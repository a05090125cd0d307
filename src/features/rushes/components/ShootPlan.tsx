import { zodResolver } from "@hookform/resolvers/zod";
import { useState } from "react";
import { useForm } from "react-hook-form";
import { Link } from "react-router-dom";
import { shootDaySchema, shotSchema, type ShootDayInput, type ShootDayView, type ShotInput, type ShotView } from "@shared/rushes/schemas";
import { shotKindLabels, shotKinds, shotPriorities, shotPriorityLabels, shotStatusLabels } from "@shared/rushes/vocabulary";
import { Button } from "../../../components/Button";
import { FormOpener } from "../../../components/FormOpener";
import { allOf, Empty, QueryState } from "../../../components/States";
import { formatDay } from "../../../lib/format";
import { useCreateShootDay } from "../api/add-shoot-day";
import { useCreateShot } from "../api/add-shot";
import { useDeleteShootDay } from "../api/delete-shoot-day";
import { useDeleteShot } from "../api/delete-shot";
import { useShootCrew } from "../api/list-shoot-crew";
import { useShootDays } from "../api/list-shoot-days";
import { useShots } from "../api/list-shots";
import { useUpdateShot } from "../api/update-shot";
import { FormActions, SelectField, TextField } from "../../../components/form-fields";
import { applyServerErrors } from "../../../lib/forms";

/** The episode's shoot days and its shot list, with which shots already have footage. */
export function ShootPlan({ channelId, episodeId }: { channelId: string; episodeId: string }) {
  const plan = allOf(useShootDays(channelId, episodeId), useShots(channelId, episodeId));
  return (
    <QueryState query={plan} loading="Loading the shoot plan…">
      {([days, shots]) => <Plan channelId={channelId} episodeId={episodeId} days={days} shots={shots} />}
    </QueryState>
  );
}

function Plan({ channelId, episodeId, days, shots }: { channelId: string; episodeId: string; days: ShootDayView[]; shots: ShotView[] }) {
  const removeDay = useDeleteShootDay(channelId, episodeId);
  return (
    <div className="grid grid-cols-[minmax(0,1fr)] gap-6">
      <section aria-labelledby="days-heading">
        <h3 id="days-heading" className="mb-2 font-semibold">
          Shoot days
        </h3>
        {days.length === 0 ? (
          <Empty title="No shoot days yet">Add the first day: its date, place and call time.</Empty>
        ) : (
          <ul className="divide-y divide-ply-200 rounded-lg border border-ply-300 bg-white">
            {days.map((d) => (
              <li key={d.id} className="flex flex-wrap items-center gap-3 px-4 py-2">
                <div className="flex-1">
                  <Link to={`/c/${channelId}/shoot-days/${d.id}`} className="font-semibold text-rust-700 underline">
                    {formatDay(d.day)}
                    {d.place && ` · ${d.place}`}
                  </Link>
                  <p className="text-xs text-graphite-500">
                    {d.callTime ? `Call ${d.callTime}` : "No call time"} · {d.crew.map((c) => c.name).join(", ") || "no crew named"} · {d.missingCount} of {d.shotCount} shots still to get
                  </p>
                </div>
                <Button tone="quiet" onClick={() => window.confirm(`Remove the shoot day ${formatDay(d.day)}? Its shots stay on the list.`) && removeDay.mutate(d.id)}>
                  Remove
                </Button>
              </li>
            ))}
          </ul>
        )}
        <FormOpener label="Add a shoot day" className="mt-3">
          {(close) => <ShootDayForm channelId={channelId} episodeId={episodeId} onDone={close} />}
        </FormOpener>
      </section>
      <section aria-labelledby="shots-heading">
        <h3 id="shots-heading" className="mb-2 font-semibold">
          Shot list
        </h3>
        <ShotList channelId={channelId} episodeId={episodeId} shots={shots} days={days} />
        <FormOpener label="Add a shot" className="mt-3">
          {(close) => <ShotForm channelId={channelId} episodeId={episodeId} days={days} onDone={close} />}
        </FormOpener>
      </section>
    </div>
  );
}

function ShootDayForm({ channelId, episodeId, onDone }: { channelId: string; episodeId: string; onDone: () => void }) {
  const create = useCreateShootDay(channelId, episodeId);
  const people = useShootCrew(channelId);
  const [crew, setCrew] = useState<string[]>([]);
  const [message, setMessage] = useState<string | null>(null);
  const form = useForm<ShootDayInput>({ resolver: zodResolver(shootDaySchema) as never, defaultValues: { day: "", place: "", callTime: null, crewIds: [], notes: "" } });
  const submit = form.handleSubmit(async (values) => {
    setMessage(null);
    try {
      await create.mutateAsync({ ...values, callTime: values.callTime || null, crewIds: crew });
      onDone();
    } catch (error) {
      setMessage(applyServerErrors(error, form.setError, ["day", "place", "callTime"]));
    }
  });
  return (
    <form onSubmit={submit} noValidate aria-label="Add a shoot day" className="grid gap-3 rounded-lg border border-ply-300 bg-ply-50 p-3 sm:grid-cols-[10rem_1fr_8rem_auto] sm:items-start">
      <TextField label="Date" type="date" {...form.register("day")} error={form.formState.errors.day?.message} />
      <TextField label="Place" {...form.register("place")} error={form.formState.errors.place?.message} />
      <TextField label="Call time" placeholder="07:30" {...form.register("callTime", { setValueAs: (v: string) => (v ? v : null) })} error={form.formState.errors.callTime?.message} />
      <FormActions className="flex gap-2 sm:mt-6" submit="Add day" busy={create.isPending} onCancel={onDone} />
      {people.data && people.data.length > 0 && (
        <fieldset className="sm:col-span-4">
          <legend className="text-sm font-medium text-graphite-700">Crew on the day</legend>
          <div className="mt-1 flex flex-wrap gap-x-4 gap-y-1">
            {people.data.map((p) => (
              <label key={p.userId} className="flex items-center gap-1.5 text-sm">
                <input
                  type="checkbox"
                  checked={crew.includes(p.userId)}
                  onChange={(e) => setCrew((c) => (e.target.checked ? [...c, p.userId] : c.filter((id) => id !== p.userId)))}
                />
                {p.name}
              </label>
            ))}
          </div>
        </fieldset>
      )}
      {message && <p className="text-sm text-alarm-600 sm:col-span-4">{message}</p>}
    </form>
  );
}

function ShotList({ channelId, episodeId, shots, days }: { channelId: string; episodeId: string; shots: ShotView[]; days: { id: string; day: string }[] }) {
  const update = useUpdateShot(channelId, episodeId);
  const remove = useDeleteShot(channelId, episodeId);
  if (shots.length === 0) return <Empty title="No shots planned">List what the edit will need before the shoot.</Empty>;
  return (
    <ul className="divide-y divide-ply-200 rounded-lg border border-ply-300 bg-white" aria-label="Shots">
      {shots.map((shot) => (
        <li key={shot.id} className="flex flex-wrap items-center gap-3 px-4 py-2">
          <span
            className={`w-20 rounded-full px-2 py-0.5 text-center text-xs font-semibold ${shot.status === "captured" ? "bg-moss-600/15 text-moss-600" : shot.status === "dropped" ? "bg-graphite-500/15 text-graphite-500 line-through" : "bg-amber-cut/25 text-graphite-900"}`}
          >
            {shotStatusLabels[shot.status]}
          </span>
          <div className="min-w-48 flex-1">
            <p className="font-medium">{shot.description}</p>
            <p className="text-xs text-graphite-500">
              {shotKindLabels[shot.kind]} · {shotPriorityLabels[shot.priority]} · {formatDay(days.find((d) => d.id === shot.shootDayId)?.day) || "no day"} · {shot.clipCount} {shot.clipCount === 1 ? "clip" : "clips"}
            </p>
          </div>
          {shot.status !== "dropped" ? (
            <Button tone="quiet" onClick={() => update.mutate({ id: shot.id, status: "dropped" })}>
              Drop
            </Button>
          ) : (
            <Button tone="quiet" onClick={() => update.mutate({ id: shot.id, status: "planned" })}>
              Plan again
            </Button>
          )}
          <Button tone="quiet" aria-label={`Remove shot ${shot.description}`} onClick={() => remove.mutate(shot.id)}>
            Remove
          </Button>
        </li>
      ))}
    </ul>
  );
}

/** Stays open after each shot, the focus back on its description, so a list is typed in one go. */
function ShotForm({ channelId, episodeId, days, onDone }: { channelId: string; episodeId: string; days: { id: string; day: string; place: string }[]; onDone: () => void }) {
  const create = useCreateShot(channelId, episodeId);
  const [message, setMessage] = useState<string | null>(null);
  const form = useForm<ShotInput>({ resolver: zodResolver(shotSchema) as never, defaultValues: { description: "", kind: "build_closeup", priority: "normal", shootDayId: null, status: "planned" } });
  const submit = form.handleSubmit(async (values) => {
    setMessage(null);
    try {
      await create.mutateAsync({ ...values, shootDayId: values.shootDayId || null });
      form.reset({ ...values, description: "" });
      form.setFocus("description");
    } catch (error) {
      setMessage(applyServerErrors(error, form.setError, ["description", "kind", "priority", "shootDayId"]));
    }
  });
  return (
    <form onSubmit={submit} noValidate aria-label="Add a shot" className="grid gap-3 rounded-lg border border-ply-300 bg-ply-50 p-3 sm:grid-cols-2 lg:grid-cols-[1fr_10rem_9rem_10rem_auto] lg:items-start">
      <TextField label="Shot" placeholder="e.g. close-up of the solder joints" {...form.register("description")} error={form.formState.errors.description?.message} />
      <SelectField label="Kind" options={shotKinds.map((k) => ({ value: k, label: shotKindLabels[k] }))} {...form.register("kind")} />
      <SelectField label="Priority" options={shotPriorities.map((p) => ({ value: p, label: shotPriorityLabels[p] }))} {...form.register("priority")} />
      <SelectField
        label="Shoot day"
        options={[{ value: "", label: "Not yet" }, ...days.map((d) => ({ value: d.id, label: `${formatDay(d.day)} ${d.place}` }))]}
        {...form.register("shootDayId", { setValueAs: (v: string) => (v ? v : null) })}
      />
      <FormActions className="flex gap-2 lg:mt-6" submit="Add shot" busy={create.isPending} onCancel={onDone} />
      {message && <p className="text-sm text-alarm-600 sm:col-span-2 lg:col-span-5">{message}</p>}
    </form>
  );
}
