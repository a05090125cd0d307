import { queryOptions, useQuery } from "@tanstack/react-query";
import type { EpisodeSummary } from "@shared/slate/schemas";
import { api } from "../../../lib/api-client";
import { slateKeys } from "./keys";

export const episodesQueryOptions = (channelId: string) =>
  queryOptions({
    queryKey: slateKeys.lists(channelId),
    queryFn: () => api<{ episodes: EpisodeSummary[] }>(`/api/channels/${channelId}/episodes`).then((r) => r.episodes),
  });

export const useEpisodes = (channelId: string) => useQuery(episodesQueryOptions(channelId));
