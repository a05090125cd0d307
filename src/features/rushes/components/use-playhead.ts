import { useCallback, useEffect, useRef, useState } from "react";
import type { FrameRate } from "@shared/timecode/rates";
import { frameAtSeconds, secondsForFrame } from "@shared/timecode/playhead";

export interface Playhead {
  /** The frame on screen, counted from the clip's first frame; follows the picture, not the request. */
  frame: number;
  playing: boolean;
  seek: (frame: number) => void;
  step: (frames: number) => void;
  togglePlay: () => void;
  /** The ref for the <video>; the playhead follows whichever element it is given. */
  attach: (element: HTMLVideoElement | null) => void;
}

/**
 * A <video>'s position in whole frames. Seeks go to the middle of a frame and the shown frame is read
 * back when the seek lands ("seeked"), so the timecode beside the picture is the picture's. Steps add
 * to the frame last asked for, so keys pressed faster than seeks land still count each frame.
 */
export function usePlayhead(rate: FrameRate, lastFrame: number): Playhead {
  const [element, setElement] = useState<HTMLVideoElement | null>(null);
  const video = useRef<HTMLVideoElement | null>(null);
  const attach = useCallback((next: HTMLVideoElement | null) => {
    video.current = next;
    setElement(next);
  }, []);
  const [frame, setFrame] = useState(0);
  const [playing, setPlaying] = useState(false);
  const wanted = useRef(0);

  const seek = useCallback(
    (to: number) => {
      const target = Math.min(Math.max(0, Math.round(to)), Math.max(0, lastFrame));
      wanted.current = target;
      const current = video.current;
      if (!current) return setFrame(target);
      if (!current.paused) current.pause();
      current.currentTime = secondsForFrame(target, rate);
    },
    [rate, lastFrame],
  );
  const step = useCallback((frames: number) => seek(wanted.current + frames), [seek]);

  const togglePlay = useCallback(() => {
    const current = video.current;
    if (!current) return;
    if (current.paused) void current.play().catch(() => setPlaying(false));
    else current.pause();
  }, []);

  useEffect(() => {
    if (!element) return;
    const shown = () => frameAtSeconds(element.currentTime, rate);
    let callback = 0;
    // While playing, each painted frame reports its own presentation time; a browser without frame
    // callbacks follows the coarser time updates instead.
    const framesReported = typeof element.requestVideoFrameCallback === "function";
    const follow = (_now: number, meta: VideoFrameCallbackMetadata) => {
      setFrame(frameAtSeconds(meta.mediaTime, rate));
      callback = element.requestVideoFrameCallback(follow);
    };
    const onSeeked = () => {
      if (element.paused) setFrame(shown());
    };
    const onTimeUpdate = () => {
      if (!framesReported && !element.paused) setFrame(Math.min(shown(), lastFrame));
    };
    const onPlay = () => {
      setPlaying(true);
      if (framesReported) callback = element.requestVideoFrameCallback(follow);
    };
    const onPause = () => {
      setPlaying(false);
      if (framesReported) element.cancelVideoFrameCallback(callback);
      // Park on a whole frame, so the label and the picture agree while stopped.
      wanted.current = Math.min(shown(), lastFrame);
      element.currentTime = secondsForFrame(wanted.current, rate);
    };
    // Seeking once loaded hides the poster (a frame from elsewhere in the clip) behind the playhead's
    // own frame, and a new element (a fresh preview link) opens where the playhead was.
    const onLoaded = () => {
      element.currentTime = secondsForFrame(wanted.current, rate);
    };
    element.addEventListener("loadedmetadata", onLoaded);
    element.addEventListener("seeked", onSeeked);
    element.addEventListener("timeupdate", onTimeUpdate);
    element.addEventListener("play", onPlay);
    element.addEventListener("pause", onPause);
    return () => {
      element.removeEventListener("loadedmetadata", onLoaded);
      element.removeEventListener("seeked", onSeeked);
      element.removeEventListener("timeupdate", onTimeUpdate);
      element.removeEventListener("play", onPlay);
      element.removeEventListener("pause", onPause);
      if (framesReported) element.cancelVideoFrameCallback(callback);
    };
  }, [element, rate, lastFrame]);

  return { frame, playing, seek, step, togglePlay, attach };
}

About this exercise.
Give back the entries above exactly as they are, from their first line through the line that contains "have footage. */", both included, with nothing else.

Problem solution.
repository a05090125cd0d307
filename src/features/rushes/components/ShootPlan.tsx
import { zodResolver } from "@hookform/resolvers/zod";
import { useState } from "react";
import { useForm } from "react-hook-form";
import { Link } from "react-router-dom";
import { shootDaySchema, shotSchema, type ShootDayInput, type ShootDayView, type ShotInput, type ShotView } from "@shared/rushes/schemas";
import { shotKindLabels, shotKinds, shotPriorities, shotPriorityLabels, shotStatusLabels } from "@shared/rushes/vocabulary";
import { Button } from "../../../components/Button";
import { FormOpener } from "../../../components/FormOpener";
import { allOf, Empty, QueryState } from "../../../components/States";
import { formatDay } from "../../../lib/format";
import { useCreateShootDay } from "../api/add-shoot-day";
import { useCreateShot } from "../api/add-shot";
import { useDeleteShootDay } from "../api/delete-shoot-day";
import { useDeleteShot } from "../api/delete-shot";
import { useShootCrew } from "../api/list-shoot-crew";
import { useShootDays } from "../api/list-shoot-days";
import { useShots } from "../api/list-shots";
import { useUpdateShot } from "../api/update-shot";
import { FormActions, SelectField, TextField } from "../../../components/form-fields";
import { applyServerErrors } from "../../../lib/forms";

/** The episode's shoot days and its shot list, with which shots already have footage. */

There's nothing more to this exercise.